$g\in C^1[a;b], g\prime(x)\neq0(x\in[a,b])$.Prove that any function from $R_g[a;b]$(Riemann–Stieltjes integral) is bounded.

Question

It is given that $g\in C^1[a;b], g\prime(x)\neq0(x\in[a,b])$.Prove that any function from $R_g[a;b]$(Riemann–Stieltjes integral) is bounded.

My work.

So we need to prove that if $f \in R_g[a;b]$ then $f$ is bounded. We have $\exists lim_{\lambda\to0} \sum_{i=0}^{n-1}f(\xi_i)[g(x_{i+1})-g(x_i)].$ We can write this as $lim_{\lambda\to0} \sum_{i=0}^{n-1}f(\xi_i)\frac{[g(x_{i+1})-g(x_i)](x_{i+1}-x_i)}{x_{i+1}-x_i}=lim_{\lambda\to0} \sum_{i=0}^{n-1}f(\xi_i)[x_{i+1}-x_i]g\prime(x_i)$. Now I am stuck.How use condition given on $g$.

Answer 1

(This is essentially If a function $f(x)$ is Riemann integrable on $[a,b]$, is $f(x)$ bounded on $[a,b]$?, reformulated for the Riemann-Stieltjes integral.)
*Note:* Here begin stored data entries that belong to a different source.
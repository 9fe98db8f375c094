/* Are the error bars honest? Two hundred random cells are solved at the lowest accuracy and on the
 * finest grids that the time allows; a bar that does not cover the difference is a made-up one, and
 * a bar much larger than the difference is of no use.
 *
 * Cells of one or two rectangles, contrast 1.4 to 3.5, duty 0.15 to 0.85, both polarizations, sides
 * open, periodic or walls. Open cells answer with the edges of their first stop band, closed ones
 * with two bands at two wavenumbers. The numbers are drawn from a fixed seed. */
#include <math.h>
#include <picket.h>
#include <setjmp.h>
#include <stdarg.h>
#include <stddef.h>
#include <stdint.h>
#include <stdio.h>
#include <stdlib.h>
#include <string.h>
/* cmocka wants some of the above first, so this one keeps its place. */
/* clang-format off */
#include <cmocka.h>
/* clang-format on */

enum { CELLS = 200, MOST_VALUES = 4, TEXT = 2048 };

static const char *const SIDES[] = {"open", "periodic", "electric", "magnetic"};

/* The finer answer: as accurate as this many unknowns allow. Asking for less where sides are open
 * keeps them from reaching so far that few unknowns are left for the tooth. */
static const double FINE_UNKNOWNS[2] = {10000, 10000}; /* closed, open */
static const double FINE_ACCURACY[2] = {1e-8, 1e-5};

/* A difference counts where the bar of the finer value is this small beside the coarser one's. */
static const double DECISIVE = 0.3;

typedef struct cell {
  int side; /* of SIDES */
  char text[TEXT];
} cell;

typedef struct tally {
  int values, decided, outside;
  double *ratio; /* [decided] bar / difference */
  double worst;
} tally;

/* Uniform in [low, high); the multiplier is the one of Knuth's MMIX. */
static double random_in(uint64_t *state, double low, double high) {
  *state = *state * 6364136223846793005u + 1442695040888963407u;
  return low + (high - low) * ((double)(*state >> 11) / 9007199254740992.0);
}

static void add(char *text, const char *format, ...) {
  size_t used = strlen(text);
  va_list values;
  va_start(values, format);
  vsnprintf(text + used, TEXT - used, format, values);
  va_end(values);
}

static cell draw(uint64_t *state) {
  /* Open cells take six times as long: one in eight. */
  cell c = {.side = random_in(state, 0, 8) < 1 ? 0 : (int)random_in(state, 1, 4)};
  int shapes = 1 + (int)random_in(state, 0, 2);
  double pitch = random_in(state, 200, 500), span = pitch * random_in(state, 0.8, 1.6);
  double around = random_in(state, 1, 1.6);
  add(c.text, "format: 1\nlight: {polarization: %s}\nmaterials:\n",
      random_in(state, 0, 1) < 0.5 ? "ey" : "hy");
  add(c.text, "  around: {constant: {index: %.6f}}\n", around);
  for (int i = 0; i < shapes; i++) {
    add(c.text, "  fill%d: {constant: {index: %.6f}}\n", i, around * random_in(state, 1.4, 3.5));
  }
  add(c.text, "cell:\n  pitch_nm: %.3f\n  cladding: around\n  lateral: %s\n", pitch, SIDES[c.side]);
  if (c.side > 0) {
    add(c.text, "  lateral_span_nm: %.3f\n", span);
  }
  add(c.text, "  shapes:\n");
  for (int i = 0; i < shapes; i++) {
    double length = pitch * random_in(state, 0.15, 0.85), width = span * random_in(state, 0.2, 0.7);
    double z = i * pitch * random_in(state, -0.2, 0.2),
           x = i * span * random_in(state, -0.15, 0.15);
    add(c.text,
        "    - rect: {fill: fill%d, length_nm: %.3f, width_nm: %.3f, at_nm: [%.3f, %.3f]}\n", i,
        length, width, z, x);
  }
  if (c.side > 0) {
    double k_x = c.side == 1 ? 0.3 : 0; /* walls admit no wavenumber across */
    add(c.text, "path: [{at: [0.4, %g]}, {at: [1, %g]}]\n", k_x, k_x);
  }
  return c;
}

static int take_edges(const picket_result *result, picket_quantity *values) {
  picket_edges_answer answer;
  assert_int_equal(picket_edges_get(result, 0, &answer), PICKET_OK);
  values[0] = answer.bands[0].long_um;
  values[1] = answer.bands[0].short_um;
  return 2;
}

static int take_bands(const picket_result *result, picket_quantity *values) {
  picket_bands_answer answer;
  assert_int_equal(picket_bands_get(result, 0, &answer), PICKET_OK);
  for (int i = 0; i < MOST_VALUES; i++) {
    values[i] = answer.points[i / 2].frequency[i % 2];
  }
  return MOST_VALUES;
}

/* The values of a cell; 0 if it has no answer (it guides nothing, or needs too many unknowns). */
static int solve(picket_context *context, const cell *c, const picket_options *options,
                 picket_quantity *values) {
  picket_problem *problem = NULL;
  picket_result *result = NULL;
  assert_int_equal(
      picket_problem_read_text(context, c->text, strlen(c->text), "a random cell", &problem),
      PICKET_OK);
  picket_status status = c->side == 0 ? picket_edges_find(problem, options, &result)
                                      : picket_bands_find(problem, options, &result);
  int count = 0;
  if (status == PICKET_OK) {
    count = c->side == 0 ? take_edges(result, values) : take_bands(result, values);
  } else if (status != PICKET_ERROR_NO_MODE && status != PICKET_ERROR_NUMERIC) {
    fail_msg("%s\n%s", picket_context_message(context), c->text);
  }
  picket_result_free(result);
  picket_problem_free(problem);
  return count;
}

static void compare(const cell *c, picket_quantity coarse, picket_quantity fine, tally *t) {
  if (isnan(coarse.uncertainty) || isnan(fine.uncertainty)) {
    return; /* declined, or an edge that is not confined */
  }
  t->values++;
  if (fine.uncertainty > DECISIVE * coarse.uncertainty) {
    return;
  }
  double off = fabs(coarse.value - fine.value);
  t->ratio[t->decided++] = coarse.uncertainty / fmax(off, 1e-15 * fabs(fine.value));
  t->worst = fmax(t->worst, off / coarse.uncertainty);
  if (off > coarse.uncertainty) {
    t->outside++;
    print_message("%.10g is off by %.2g with a bar of %.2g\n%s", coarse.value, off,
                  coarse.uncertainty, c->text);
  }
}

static int by_size(const void *a, const void *b) {
  double x = *(const double *)a, y = *(const double *)b;
  return (x > y) - (x < y);
}

static void bars_cover_and_are_not_wild(void **state) {
  (void)state;
  picket_context *context = NULL;
  assert_int_equal(picket_context_create(NULL, &context), PICKET_OK);
  picket_options low, high;
  picket_options_init(&low);
  picket_options_init(&high);
  low.accuracy = 1e-2;
  low.points = high.points = 1;
  tally t = {.ratio = calloc(CELLS * MOST_VALUES, sizeof *t.ratio)};
  assert_non_null(t.ratio);
  uint64_t seed = 1;
  int cells = 0;
  for (int i = 0; i < CELLS; i++) {
    cell c = draw(&seed);
    low.count = high.count = c.side == 0 ? 1 : 2;
    high.accuracy = FINE_ACCURACY[c.side == 0];
    high.unknowns = FINE_UNKNOWNS[c.side == 0];
    picket_quantity coarse[MOST_VALUES], fine[MOST_VALUES];
    int count = solve(context, &c, &low, coarse);
    int same = count > 0 ? solve(context, &c, &high, fine) : 0;
    for (int k = 0; k < same; k++) {
      compare(&c, coarse[k], fine[k], &t);
    }
    cells += same > 0;
  }
  picket_context_free(context);
  qsort(t.ratio, (size_t)t.decided, sizeof *t.ratio, by_size);
  double median = t.decided > 0 ? t.ratio[t.decided / 2] : NAN;
  print_message(
      "%d cells, %d values, %d compared: %d outside their bars, worst %.2f of it, median "
      "bar %.1f errors\n",
      cells, t.values, t.decided, t.outside, t.worst, median);
  free(t.ratio);
  assert_true(cells >= 0.8 * CELLS);
  assert_true(t.decided >= 0.6 * t.values && t.decided > 300);
  assert_true(t.outside <= 0.01 * t.decided);
  assert_true(median < 20);
}

int main(void) {
  const struct CMUnitTest tests[] = {cmocka_unit_test(bars_cover_and_are_not_wild)};
  return cmocka_run_group_tests(tests, NULL, NULL);
}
Let $I = \int_a^b f(x) dg(x)$ and choose a partition $$ a = x_0 < x_1 < \cdots < x_n = b $$ such that $$ \left|\sum_{i=1}^n f(\xi_i)(g(x_i)-g(x_{i-1}) - I \right| < 1 $$ for all choices of intermediate points $\xi_i \in [x_{i-1}, x_i]$.
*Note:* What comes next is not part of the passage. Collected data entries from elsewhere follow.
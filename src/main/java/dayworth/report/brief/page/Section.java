package dayworth.report.brief.page;

import java.util.List;

/**
 * A finding and what supports it.
 *
 * @param id for links within the document
 * @param heading the finding
 * @param parts what supports it
 * @param layout how much room it needs
 */
public record Section(String id, String heading, List<Part> parts, Layout layout) {

  public Section {
    parts = List.copyOf(parts);
  }

  /** A section as wide as the others. */
  public Section(String id, String heading, List<Part> parts) {
    this(id, heading, parts, Layout.PLAIN);
  }

  /** How a section is laid out. */
  public enum Layout {
    PLAIN,
    /** On paper it has a broad page of its own. */
    BROAD,
    /** Its heading and figures follow the slider, which stands before it. */
    EXPLORER
  }
}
For each $1 \le k \le n$ and arbitrary $\xi_k \in [x_{k-1}, x_i]$ it follows, using the triangle inequality, that $$ |f(\xi_k)(g(x_k)-g(x_{k-1})| \le |I| + 1 + \sum_{i \ne k} |f(x_i)(g(x_i)-g(x_{i-1})| $$ or $$ |f(\xi_k)| \le \frac{1}{|g(x_k)-g(x_{k-1})|} \left( |I| + 1 + \sum_{i \ne k} |f(x_i)(g(x_i)-g(x_{i-1})| \right) $$ so that $f$ is bounded on the interval $[x_{k-1}, x_k]$. This is the point where we need that $g$ is strictly monotone, so that $g(x_k)-g(x_{k-1}) \ne 0$.

So $f$ is bounded on each interval $[x_{k-1}, x_k]$, $1 \le k \le n$, and therefore bounded on $[a, b]$.